Este modelo de serviços de saúde, ditado pelos figurinos tecnológicos das indústrias de equipamentos e medicamentos e das grandes empresas médicas, não consegue cobrir, razoavelmente, mais que um terço da população do País, e, assim mesmo, porque a Previdência Social financia a maior parte. Outro terço da população está coberto precariamente por este modelo, e o terço restante se encontra desassistido.

Por outro lado, sabemos não ser pequena a porcentagem de clientes ambulatoriais que não seguem, ou seguem apenas parcialmente, a conduta da consulta médica, ou por não possuir condições financeiras para comprar os medicamentos, alimentos, repouso etc., ou por não ficar convencida dessas condutas. Desses, uma porcentagem, sabidamente não pequena, melhora das queixas que deram origem à consulta, ou pelas mãos do balconista da farmácia, ou do curandeiro, do benzedor, ou pelo chá caseiro, ou pelo “seja o que Deus quiser” etc. Por outro lado, sabemos também que dos clientes que seguem rigorosamente a conduta médica, uma porcentagem, não pequena, não melhora, obrigando alteração da conduta médica, ou encaminhamento, ou abandono.
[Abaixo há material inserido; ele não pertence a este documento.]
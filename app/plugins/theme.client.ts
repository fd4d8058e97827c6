/** Shows the kept theme before the first paint of the field, and before the office wakes up. */
export default defineNuxtPlugin({
  name: 'theme',
  dependsOn: ['pinia'],
  setup(nuxtApp) {
    const preferences = usePreferencesStore()
    // A page drawn by the server comes in Day: the store changes after it has woken, so that both agree while it wakes.
    if (nuxtApp.payload.serverRendered) nuxtApp.hook('app:suspense:resolve', () => preferences.restore())
    else preferences.restore()
  },
})
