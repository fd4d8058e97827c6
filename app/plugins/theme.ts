import { THEME_KEY, THEMES } from '~/stores/preferences'

/**
 * Shows the kept theme before the first paint. The server cannot know it, so the page carries a few words of script in its
 * head (with the nonce or hash of the page's policy); where that is refused, the store does the same a moment later.
 */
export default defineNuxtPlugin({
  name: 'theme',
  dependsOn: ['pinia'],
  setup(nuxtApp) {
    if (import.meta.server) {
      useHead({ script: [{ innerHTML: firstPaintScript(), tagPosition: 'head', tagPriority: 'critical' }] })
      return
    }
    const preferences = usePreferencesStore()
    // A page drawn by the server wakes up in Day first, so that both agree; the document itself already shows the theme.
    if (nuxtApp.payload.serverRendered) nuxtApp.hook('app:suspense:resolve', () => preferences.restore())
    else preferences.restore()
  },
})

function firstPaintScript(): string {
  const names = JSON.stringify(THEMES)
  return `try{var t=localStorage.getItem('${THEME_KEY}');document.documentElement.dataset.theme=${names}.indexOf(t)>=0?t:matchMedia('(prefers-contrast: more)').matches?'sun':'day'}catch(e){}`
}
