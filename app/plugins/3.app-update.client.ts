/** Lets a new version of the app in without losing a letter: drafts first, then the new worker, then each tab loads anew. */
export default defineNuxtPlugin((nuxtApp) => {
  const sync = useSyncStore()
  // The worker's own plugin comes after this one.
  nuxtApp.hook('app:created', () => nuxtApp.runWithContext(() => {
    const { isReady } = useAppUpdate()
    watchEffect(() => { sync.updateReady = isReady.value })
  }))

  if (typeof BroadcastChannel !== 'undefined') {
    const channel = new BroadcastChannel(UPDATE_CHANNEL)
    channel.addEventListener('message', (message) => { if (message.data === 'about-to-update') void flushDrafts() })
  }

  // The first worker that takes a page over is no update.
  const worker = 'serviceWorker' in navigator ? navigator.serviceWorker : undefined
  if (worker?.controller) worker.addEventListener('controllerchange', () => { void reload() }, { once: true })

  // A part of the app that an older page asks for may be gone after an update: keep the text, then load the page it was for.
  const broken = new Set<unknown>()
  nuxtApp.hook('app:chunkError', ({ error }) => { broken.add(error) })
  useRouter().onError((error, to) => { if (broken.has(error)) void reload(to.fullPath) })

  async function reload(path?: string) {
    await flushDrafts()
    reloadNuxtApp({ path, persistState: false })
  }
})
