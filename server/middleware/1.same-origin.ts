import { getRequestHeader } from 'h3'
import { httpError, answerError } from '../utils/http-error'

const READING = new Set(['GET', 'HEAD', 'OPTIONS'])

/** Changes come from our own pages only, as JSON: a form on another site can send neither. */
export default defineEventHandler((event) => {
  if (READING.has(event.method) || !event.path.startsWith('/api/')) return
  const site = getRequestHeader(event, 'sec-fetch-site')
  const origin = getRequestHeader(event, 'origin')
  const host = getRequestHeader(event, 'host')
  const isOwn = site !== undefined ? site === 'same-origin' : origin !== undefined && URL.canParse(origin) && new URL(origin).host === host
  if (!isOwn) return answerError(event, httpError('other-site', 403))
  const hasBody = event.method !== 'DELETE'
  if (hasBody && !/^application\/json\s*(;|$)/i.test(getRequestHeader(event, 'content-type') ?? '')) return answerError(event, httpError('not-json', 415))
})
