import { randomUUID } from 'node:crypto'
import { setResponseHeader } from 'h3'

/** A name for each request, to find it in the log. */
export default defineEventHandler((event) => {
  setResponseHeader(event, 'x-request-id', randomUUID())
})
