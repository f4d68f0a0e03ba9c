import type { z } from 'zod';

/** What is wrong with a field, in a sentence. */
export function sayIssue(issue: z.core.$ZodIssue): string {
  if (issue.code === 'too_small') return `Must be ${issue.inclusive ? 'at least' : 'above'} ${issue.minimum}.`;
  if (issue.code === 'too_big') return `Must be ${issue.inclusive ? 'at most' : 'below'} ${issue.maximum}.`;
  if (issue.code === 'invalid_type') return 'Give a number.';
  if (issue.code === 'invalid_union') return sayUnion(issue);
  return issue.code === 'custom' ? sentence(issue.message) : 'This value is not understood.';
}

/** The alternative whose kind fitted says more than "one of these". */
function sayUnion(issue: z.core.$ZodIssueInvalidUnion): string {
  const nearest = issue.errors.flat().find(({ code }) => code === 'too_small' || code === 'too_big');
  return nearest ? sayIssue(nearest) : 'This value is not understood.';
}

const sentence = (text: string) => `${text.charAt(0).toUpperCase()}${text.slice(1)}.`;
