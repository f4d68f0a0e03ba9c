'use client';

import Link from 'next/link';
import type { CatalogueItem } from '@/src/catalogues/schema';
import { FormPart, type FormPartProps } from './run-form-part';
import { RunSelectField } from './run-select-field';
import { RunTextField } from './run-text-field';

export function RunFormPopulation({
  draft,
  problems,
  onChange,
  catalogues,
}: FormPartProps & { catalogues: readonly CatalogueItem[] }) {
  const ready = catalogues.filter(({ status }) => status === 'ready');
  return (
    <FormPart title="Grains">
      <div className="grid gap-4 sm:grid-cols-2">
        <RunSelectField
          label="Catalogue"
          value={draft.catalogueId}
          onChange={(catalogueId) => onChange({ catalogueId })}
          problem={problems.catalogueId}
          empty="Choose a catalogue"
          choices={ready.map(({ id, name, rows }) => ({
            value: id,
            label: `${name} (${rows.accepted.toLocaleString('en-US')} grains)`,
          }))}
          hint={
            <>
              Not in the list?{' '}
              <Link href="/catalogues/new" className="underline">
                Upload a catalogue
              </Link>
            </>
          }
        />
        <RunTextField
          label="Name of the run"
          value={draft.name}
          onChange={(name) => onChange({ name })}
          problem={problems.name}
          isNumber={false}
          hint="May stay empty: catalogue and star then name it."
        />
      </div>
    </FormPart>
  );
}
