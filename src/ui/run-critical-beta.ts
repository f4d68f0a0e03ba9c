import { criticalBeta } from '@/src/physics/orbit';
import type { RunDraft } from './run-draft';
import { typedNumber } from './run-number';

/** The critical beta of the release as it is typed; null while it cannot be known. */
export function criticalBetaOfDraft(
  draft: Pick<RunDraft, 'eccentricity' | 'at' | 'trueAnomalyDeg' | 'parentBeta'>,
): number | null {
  const eccentricity = typedNumber(draft.eccentricity);
  const trueAnomalyDeg = typedNumber(draft.trueAnomalyDeg);
  const parentBeta = typedNumber(draft.parentBeta) ?? 0;
  if (typeof eccentricity !== 'number' || eccentricity < 0 || eccentricity >= 1 || parentBeta < 0 || parentBeta >= 1)
    return null;
  if (draft.at !== 'anomaly') return criticalBeta({ eccentricity, at: draft.at, parentBeta });
  return typeof trueAnomalyDeg === 'number'
    ? criticalBeta({ eccentricity, at: draft.at, trueAnomalyDeg, parentBeta })
    : null;
}
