import type { ReactNode } from 'react';

/** A part of the run page under its heading. */
export function RunSection({ id, title, children }: { id: string; title: string; children: ReactNode }) {
  return (
    <section aria-labelledby={id} className="min-w-0">
      <h2 id={id} className="border-line mb-4 border-b pb-1 font-serif text-2xl">
        {title}
      </h2>
      {children}
    </section>
  );
}
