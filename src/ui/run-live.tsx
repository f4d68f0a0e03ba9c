'use client';

import { useQuery } from '@tanstack/react-query';
import type { ReactNode } from 'react';
import type { RunItem } from '@/src/runs/schema';
import { apiGet, worthAskingAgain } from './run-api';
import { RunAnswer } from './run-answer-view';
import { RunCancelled, RunFailed } from './run-ended';
import { RunResults } from './run-results';
import { RunWaiting } from './run-waiting';

const askEveryMs = 1000;

export const isUnderWay = ({ status }: Pick<RunItem, 'status'>) => status === 'queued' || status === 'running';

/** A run as it is now: asks each second while it is under way, then shows the answer, and what belongs below it, without a reload. */
export function RunLive({ initial, children }: { initial: RunItem; children?: ReactNode }) {
  const { data: run, isError } = useQuery({
    queryKey: ['run', initial.id],
    queryFn: ({ signal }) => apiGet<RunItem>(`/api/v1/runs/${initial.id}`, signal),
    initialData: initial,
    refetchInterval: ({ state }) => (state.data && isUnderWay(state.data) ? askEveryMs : false),
    refetchIntervalInBackground: true,
    refetchOnMount: false,
    retry: worthAskingAgain,
  });
  return (
    <>
      <p role="status" className="sr-only">
        {announcement(run)}
      </p>
      {isUnderWay(run) && <RunWaiting run={run} isOutOfTouch={isError} />}
      {run.status === 'failed' && <RunFailed run={run} />}
      {run.status === 'cancelled' && <RunCancelled run={run} />}
      {run.status === 'done' && run.summary && (
        <>
          <RunAnswer run={run} summary={run.summary} />
          <RunResults run={run} summary={run.summary} />
          <div className="mt-10">{children}</div>
        </>
      )}
    </>
  );
}

function announcement({ status, stage, error }: RunItem): string {
  if (status === 'done') return 'The run is done.';
  if (status === 'failed') return `The run failed. ${error ?? ''}`;
  if (status === 'cancelled') return 'The run was cancelled.';
  return stage || 'The run is waiting for a free worker.';
}
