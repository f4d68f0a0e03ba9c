import { join } from 'node:path';
import { receiveCatalogue } from '@/src/catalogues/receive-catalogue';
import { readUploadForm, uploadFields } from '@/src/catalogues/upload-form';
import { listCatalogues } from '@/src/catalogues/find-catalogues';
import { demand } from '@/src/access/policy';
import { env } from '@/src/env';
import { contract } from '@/src/web/contract';
import { refusalOfZod } from '@/src/web/problem';
import { route } from '@/src/web/route';

const mebibyte = 1024 * 1024;

export const GET = route(contract.listCatalogues, ({ em, actor, query }) => listCatalogues(em, actor, query));

export const POST = route(contract.uploadCatalogue, async ({ em, actor, request }) => {
  demand(actor, 'catalogue.upload');
  const { CHAFFLINE_UPLOAD_LIMIT_MB, CHAFFLINE_STATE_DIR } = env();
  const spoolRules = {
    directory: join(CHAFFLINE_STATE_DIR, 'uploads'),
    limitBytes: CHAFFLINE_UPLOAD_LIMIT_MB * mebibyte,
  };
  const form = await readUploadForm(request.body, request.headers.get('content-type'), spoolRules);
  try {
    const fields = uploadFields.safeParse(form.fields);
    if (!fields.success) throw refusalOfZod(fields.error, 'form');
    const { name, mapping = null, defaults = {}, onInvalidRows } = fields.data;
    return await receiveCatalogue(em, actor, {
      file: form.file,
      fileName: form.fileName,
      name,
      mapping,
      defaults,
      onInvalidRows,
    });
  } finally {
    await form.file.remove();
  }
});
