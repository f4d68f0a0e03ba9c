import type { Metadata } from 'next';
import { notFound } from 'next/navigation';
import { isOpenLink } from '@/src/people/account-links';
import { ActionButton } from '@/src/ui/action-button';
import { pageEm } from '@/src/web/page';
import { verifyAddressAction } from './actions';

export const metadata: Metadata = { title: 'Confirm the address', robots: 'noindex', referrer: 'no-referrer' };

/** Opening the link uses nothing up: mail programs open links by themselves. */
export default async function VerifyPage({ params }: { params: Promise<{ secret: string }> }) {
  const { secret } = await params;
  if (!(await isOpenLink(await pageEm(), secret, 'verify'))) notFound();
  return (
    <div className="grid gap-6">
      <h1 className="text-3xl">Confirm your e-mail address</h1>
      <div>
        <ActionButton action={verifyAddressAction} fields={{ secret }} variant="primary">
          It is my address
        </ActionButton>
      </div>
    </div>
  );
}
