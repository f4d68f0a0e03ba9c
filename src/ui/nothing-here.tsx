import { LinkButton } from './link-button';

export function NothingHere() {
  return (
    <div className="grid gap-5">
      <h1 className="text-3xl">There is nothing here</h1>
      <p className="text-muted">The address is wrong, or what it led to is not yours to see.</p>
      <div>
        <LinkButton href="/home" variant="primary">
          To your group
        </LinkButton>
      </div>
    </div>
  );
}
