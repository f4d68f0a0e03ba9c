'use client';

import { createContext, useContext, type ReactNode } from 'react';

/** Where the parts of a run page get their data, and whether the page is a shared one, seen from outside the group. */
export type RunSource = { base: string; isShared: boolean; mayDownload: boolean };

const Source = createContext<RunSource | null>(null);

export function RunSourceProvider({ source, children }: { source: RunSource; children: ReactNode }) {
  return <Source.Provider value={source}>{children}</Source.Provider>;
}

export function useRunSource(runId: string): RunSource {
  return useContext(Source) ?? { base: `/api/v1/runs/${runId}`, isShared: false, mayDownload: true };
}
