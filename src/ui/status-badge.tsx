import { CircleCheck, CircleDashed, CircleSlash, CircleX, LoaderCircle } from 'lucide-react';

const looks = {
  queued: { word: 'Waiting', icon: CircleDashed, look: 'text-muted' },
  running: { word: 'Running', icon: LoaderCircle, look: 'text-chaff' },
  checking: { word: 'Checking', icon: LoaderCircle, look: 'text-chaff' },
  done: { word: 'Done', icon: CircleCheck, look: 'text-ok' },
  ready: { word: 'Ready', icon: CircleCheck, look: 'text-ok' },
  failed: { word: 'Failed', icon: CircleX, look: 'text-danger' },
  cancelled: { word: 'Cancelled', icon: CircleSlash, look: 'text-muted' },
};

export function StatusBadge({ status }: { status: keyof typeof looks }) {
  const { word, icon: Icon, look } = looks[status];
  return (
    <span className={`inline-flex items-center gap-1.5 whitespace-nowrap font-medium ${look}`}>
      <Icon className={`size-4 ${Icon === LoaderCircle ? 'motion-safe:animate-spin' : ''}`} aria-hidden="true" />
      {word}
    </span>
  );
}
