'use client';

import type { RunItem } from '@/src/runs/schema';
import { RunAnswer } from './run-answer-view';
import { RunResults } from './run-results';
import { RunSourceProvider } from './run-source';

/** The run page, read-only, for somebody who has the link. */
export function SharedRun({ run, base, mayDownload }: { run: RunItem; base: string; mayDownload: boolean }) {
  if (!run.summary) return null;
  return (
    <RunSourceProvider source={{ base, isShared: true, mayDownload }}>
      <RunAnswer run={run} summary={run.summary} />
      <RunResults run={run} summary={run.summary} />
    </RunSourceProvider>
  );
}
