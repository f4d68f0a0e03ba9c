/** Share done, 0 to 1. A native element: its width needs no style attribute. */
export function ProgressBar({ value, label }: { value: number; label: string }) {
  return <progress value={value} max={1} aria-label={label} className="progress-bar block h-2.5 w-full" />;
}
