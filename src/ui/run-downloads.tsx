import type { RunItem } from '@/src/runs/schema';
import { LinkButton } from './link-button';

export function RunDownloads({ run }: { run: RunItem }) {
  return (
    <div className="flex flex-wrap gap-3">
      <LinkButton href={`/api/v1/runs/${run.id}/export.csv`} variant="primary" download>
        Download all grains (CSV)
      </LinkButton>
      <LinkButton href={`/runs/new?from=${run.id}`} variant="secondary">
        Run again with changes
      </LinkButton>
    </div>
  );
}
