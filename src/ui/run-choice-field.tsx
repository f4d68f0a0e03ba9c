'use client';

import { useId } from 'react';

type Props<Value extends string> = {
  legend: string;
  value: Value;
  onChange: (value: Value) => void;
  choices: readonly { value: Value; label: string; hint?: string }[];
};

/** A few alternatives that should all be seen. */
export function RunChoiceField<Value extends string>({ legend, value, onChange, choices }: Props<Value>) {
  const name = useId();
  return (
    <fieldset>
      <legend className="mb-1 text-sm font-medium">{legend}</legend>
      <div className="flex flex-wrap gap-2">
        {choices.map((choice) => (
          <label
            key={choice.value}
            className="border-field bg-panel has-checked:border-chaff has-checked:bg-chaff/15 has-focus-visible:outline-chaff flex min-h-10 cursor-pointer items-center gap-2 rounded-md border px-3 py-1.5 text-sm has-focus-visible:outline-2 has-focus-visible:outline-offset-2"
          >
            <input
              type="radio"
              name={name}
              value={choice.value}
              checked={value === choice.value}
              onChange={() => onChange(choice.value)}
              className="accent-chaff size-4 shrink-0"
            />
            <span>
              {choice.label}
              {choice.hint && <span className="text-muted block text-xs">{choice.hint}</span>}
            </span>
          </label>
        ))}
      </div>
    </fieldset>
  );
}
Uma investigação cientifica destas proporções dos desdobramentos da demanda, e sua causalidade, acreditamos, seria bastante reveladora.

Na assistência primária à saúde, a prática vem mostrando que não basta a simplificação e adequação da tecnologia atual: é necessário criar tecnologia própria ao lado da adequação de uma parte da tecnologia atual, que alimenta e é alimentada pelo atual sistema.

A maior parte das condutas preventivas, diagnósticas e terapêuticas das doenças freqüentes deve passar por novas investigações onde o objetivo é exclusivamente o benefício da população, dos trabalhadores e, desta maneira, uma série grande de parâmetros deve ser revalorizada: a probabilística; as leis da saúde coletiva e da epidemiologia; o papel efetivo e a oportunidade de cada exame subsidiário e de cada medicamento; as práticas da Medicina Popular e a nossa flora; o raciocínio fisiopa­ tológico-epidemiológico-social; a ansiedade, a fobia, a agressividade, sua causalidade sócio-cultural e sua resolução; a “medicalização” da sociedade; a reformulação dos perfis profissionais etc.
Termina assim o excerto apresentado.